### Work item
Your task is to retype all of the records below with complete accuracy.

Data excerpts: Begin

package terrain

import (
	"encoding/gob"
	"errors"
	"fmt"
	"io/fs"
	"os"
	"path/filepath"
	"time"

	"github.com/paulmach/orb"

	"ridgehop/internal/raster"
)

// Index is what was found when files were looked at, by their place on disk:
// with it a folder of tens of thousands of tiles is loaded without opening one.
// A file of another size or date is looked at anew.
type Index map[string]IndexRow

// IndexRow is what is known of one file.
type IndexRow struct {
	Bytes    int64
	Modified time.Time
	Beside   besideFile
	Info     raster.Info
	Bound    orb.Bound
	PixelM   float64
	Version  string // empty if it was never needed
}

// recall fills in the entry from the index; false if it is not there, or not as
// it was.
func (x Index) recall(e *entry) bool {
	row, ok := x[e.path]
	if !ok || e.stat() != nil || row.Bytes != e.bytes || !row.Modified.Equal(e.Modified) || row.Beside != e.beside {
		return false
	}
	e.describe(row.Info)
	e.Bound, e.PixelM, e.known = row.Bound, row.PixelM, row.Version
	e.source.state(&e.Raster)
	return true
}

// Index is what this terrain knows of its files.
func (t *Terrain) Index() Index { return t.index() }

func (t *Terrain) index() Index {
	out := Index{}
	if t == nil {
		return out
	}
	for _, e := range t.byName {
		if e.remote || e.outlines != nil {
			continue
		}
		e.mu.Lock()
		out[e.path] = IndexRow{Bytes: e.bytes, Modified: e.Modified, Beside: e.beside, Info: e.info, Bound: e.Bound, PixelM: e.PixelM, Version: e.known}
		e.mu.Unlock()
	}
	return out
}

// savedIndex is the index as it is written: definitions of coordinate systems,
// by far the longest part, stand once.
type savedIndex struct {
	Systems []string
	Rows    map[string]savedRow
}

type savedRow struct {
	IndexRow
	System int
}

// indexFormat stands at the start of a saved index; another one is not read.
const indexFormat = "ridgehop rasters 2"

// Save writes the index to a file, whole or not at all.
func (x Index) Save(path string) error {
	saved := savedIndex{Rows: make(map[string]savedRow, len(x))}
	numbers := map[string]int{}
	for name, row := range x {
		n, ok := numbers[row.Info.CRS.WKT]
		if !ok {
			n = len(saved.Systems)
			numbers[row.Info.CRS.WKT] = n
			saved.Systems = append(saved.Systems, row.Info.CRS.WKT)
		}
		row.Info.CRS.WKT = ""
		saved.Rows[name] = savedRow{row, n}
	}
	f, err := os.CreateTemp(filepath.Dir(path), filepath.Base(path)+".*")
	if err != nil {
		return fmt.Errorf("index of rasters: %w", withoutFolder(err))
	}
	encoder := gob.NewEncoder(f)
	err = errors.Join(encoder.Encode(indexFormat), encoder.Encode(saved), f.Close())
	if err == nil {
		err = os.Rename(f.Name(), path)
	}
	if err != nil {
		return fmt.Errorf("index of rasters: %w", errors.Join(withoutFolder(err), os.Remove(f.Name())))
	}
	return nil
}

// ReadIndex reads a saved index; an empty one where there is no file. A file
// that cannot be understood is an error: the caller may go on without.
func ReadIndex(path string) (Index, error) {
	f, err := os.Open(path)
	if errors.Is(err, fs.ErrNotExist) {
		return Index{}, nil
	}
	if err != nil {
		return Index{}, fmt.Errorf("index of rasters: %w", withoutFolder(err))
	}
	defer f.Close()
	var format string
	var saved savedIndex
	decoder := gob.NewDecoder(f)
	if err := decoder.Decode(&format); err != nil || format != indexFormat {
		return Index{}, errors.New("index of rasters: it is of another version of the program")
	}
	if err := decoder.Decode(&saved); err != nil {
		return Index{}, fmt.Errorf("index of rasters: %w", err)
	}
	out := make(Index, len(saved.Rows))
	for name, row := range saved.Rows {
		if row.System < 0 || row.System >= len(saved.Systems) {
			return Index{}, errors.New("index of rasters: it is damaged")
		}
		row.Info.CRS.WKT = saved.Systems[row.System]
		out[name] = row.IndexRow
	}
	return out, nil
}
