package api

import (
	"context"

	"ridgehop/internal/telemetry"
)

// GetLive says that the process runs.
func (h *handlers) GetLive(context.Context, GetLiveRequestObject) (GetLiveResponseObject, error) {
	return GetLive200JSONResponse{Status: Ok, Checks: []HealthCheck{}}, nil
}

// GetReady says whether requests can be answered.
func (h *handlers) GetReady(ctx context.Context, _ GetReadyRequestObject) (GetReadyResponseObject, error) {
	findings, ok := h.Health.Ready(ctx)
	if !ok {
		return GetReady503JSONResponse{Status: Failing, Checks: checksOf(findings)}, nil
	}
	return GetReady200JSONResponse{Status: Ok, Checks: checksOf(findings)}, nil
}

func checksOf(findings []telemetry.Finding) []HealthCheck {
	out := make([]HealthCheck, 0, len(findings))
	for _, f := range findings {
		out = append(out, HealthCheck{Name: f.Name, Ok: f.OK, Detail: &f.Detail})
	}
	return out
}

Data excerpts: End

### Solution
package terrain

import (
	"encoding/gob"
	"errors"
	"fmt"
	"io/fs"
	"os"
	"path/filepath"
	"time"

	"github.com/paulmach/orb"

	"ridgehop/internal/raster"
)

// Index is what was found when files were looked at, by their place on disk:
// with it a folder of tens of thousands of tiles is loaded without opening one.
// A file of another size or date is looked at anew.
type Index map[string]IndexRow

// IndexRow is what is known of one file.
type IndexRow struct {
	Bytes    int64
	Modified time.Time
	Beside   besideFile
	Info     raster.Info
	Bound    orb.Bound
	PixelM   float64
	Version  string // empty if it was never needed
}

// recall fills in the entry from the index; false if it is not there, or not as
// it was.
func (x Index) recall(e *entry) bool {
	row, ok := x[e.path]
	if !ok || e.stat() != nil || row.Bytes != e.bytes || !row.Modified.Equal(e.Modified) || row.Beside != e.beside {
		return false
	}
	e.describe(row.Info)
	e.Bound, e.PixelM, e.known = row.Bound, row.PixelM, row.Version
	e.source.state(&e.Raster)
	return true
}

// Index is what this terrain knows of its files.
func (t *Terrain) Index() Index { return t.index() }

func (t *Terrain) index() Index {
	out := Index{}
	if t == nil {
		return out
	}
	for _, e := range t.byName {
		if e.remote || e.outlines != nil {
			continue
		}
		e.mu.Lock()
		out[e.path] = IndexRow{Bytes: e.bytes, Modified: e.Modified, Beside: e.beside, Info: e.info, Bound: e.Bound, PixelM: e.PixelM, Version: e.known}
		e.mu.Unlock()
	}
	return out
}

// savedIndex is the index as it is written: definitions of coordinate systems,
// by far the longest part, stand once.
type savedIndex struct {
	Systems []string
	Rows    map[string]savedRow
}

type savedRow struct {
	IndexRow
	System int
}

// indexFormat stands at the start of a saved index; another one is not read.
const indexFormat = "ridgehop rasters 2"

// Save writes the index to a file, whole or not at all.
func (x Index) Save(path string) error {
	saved := savedIndex{Rows: make(map[string]savedRow, len(x))}
	numbers := map[string]int{}
	for name, row := range x {
		n, ok := numbers[row.Info.CRS.WKT]
		if !ok {
			n = len(saved.Systems)
			numbers[row.Info.CRS.WKT] = n
			saved.Systems = append(saved.Systems, row.Info.CRS.WKT)
		}
		row.Info.CRS.WKT = ""
		saved.Rows[name] = savedRow{row, n}
	}
	f, err := os.CreateTemp(filepath.Dir(path), filepath.Base(path)+".*")
	if err != nil {
		return fmt.Errorf("index of rasters: %w", withoutFolder(err))
	}
	encoder := gob.NewEncoder(f)
	err = errors.Join(encoder.Encode(indexFormat), encoder.Encode(saved), f.Close())
	if err == nil {
		err = os.Rename(f.Name(), path)
	}
	if err != nil {
		return fmt.Errorf("index of rasters: %w", errors.Join(withoutFolder(err), os.Remove(f.Name())))
	}
	return nil
}

// ReadIndex reads a saved index; an empty one where there is no file. A file
// that cannot be understood is an error: the caller may go on without.
func ReadIndex(path string) (Index, error) {
	f, err := os.Open(path)
	if errors.Is(err, fs.ErrNotExist) {
		return Index{}, nil
	}
	if err != nil {
		return Index{}, fmt.Errorf("index of rasters: %w", withoutFolder(err))
	}
	defer f.Close()
	var format string
	var saved savedIndex
	decoder := gob.NewDecoder(f)
	if err := decoder.Decode(&format); err != nil || format != indexFormat {
		return Index{}, errors.New("index of rasters: it is of another version of the program")
	}
	if err := decoder.Decode(&saved); err != nil {
		return Index{}, fmt.Errorf("index of rasters: %w", err)
	}
	out := make(Index, len(saved.Rows))
	for name, row := range saved.Rows {
		if row.System < 0 || row.System >= len(saved.Systems) {
			return Index{}, errors.New("index of rasters: it is damaged")
		}
		row.Info.CRS.WKT = saved.Systems[row.System]
		out[name] = row.IndexRow
	}
	return out, nil
}
package api

import (
	"context"

	"ridgehop/internal/telemetry"
)

// GetLive says that the process runs.
func (h *handlers) GetLive(context.Context, GetLiveRequestObject) (GetLiveResponseObject, error) {
	return GetLive200JSONResponse{Status: Ok, Checks: []HealthCheck{}}, nil
}

// GetReady says whether requests can be answered.
func (h *handlers) GetReady(ctx context.Context, _ GetReadyRequestObject) (GetReadyResponseObject, error) {
	findings, ok := h.Health.Ready(ctx)
	if !ok {
		return GetReady503JSONResponse{Status: Failing, Checks: checksOf(findings)}, nil
	}
	return GetReady200JSONResponse{Status: Ok, Checks: checksOf(findings)}, nil
}

func checksOf(findings []telemetry.Finding) []HealthCheck {
	out := make([]HealthCheck, 0, len(findings))
	for _, f := range findings {
		out = append(out, HealthCheck{Name: f.Name, Ok: f.OK, Detail: &f.Detail})
	}
	return out
}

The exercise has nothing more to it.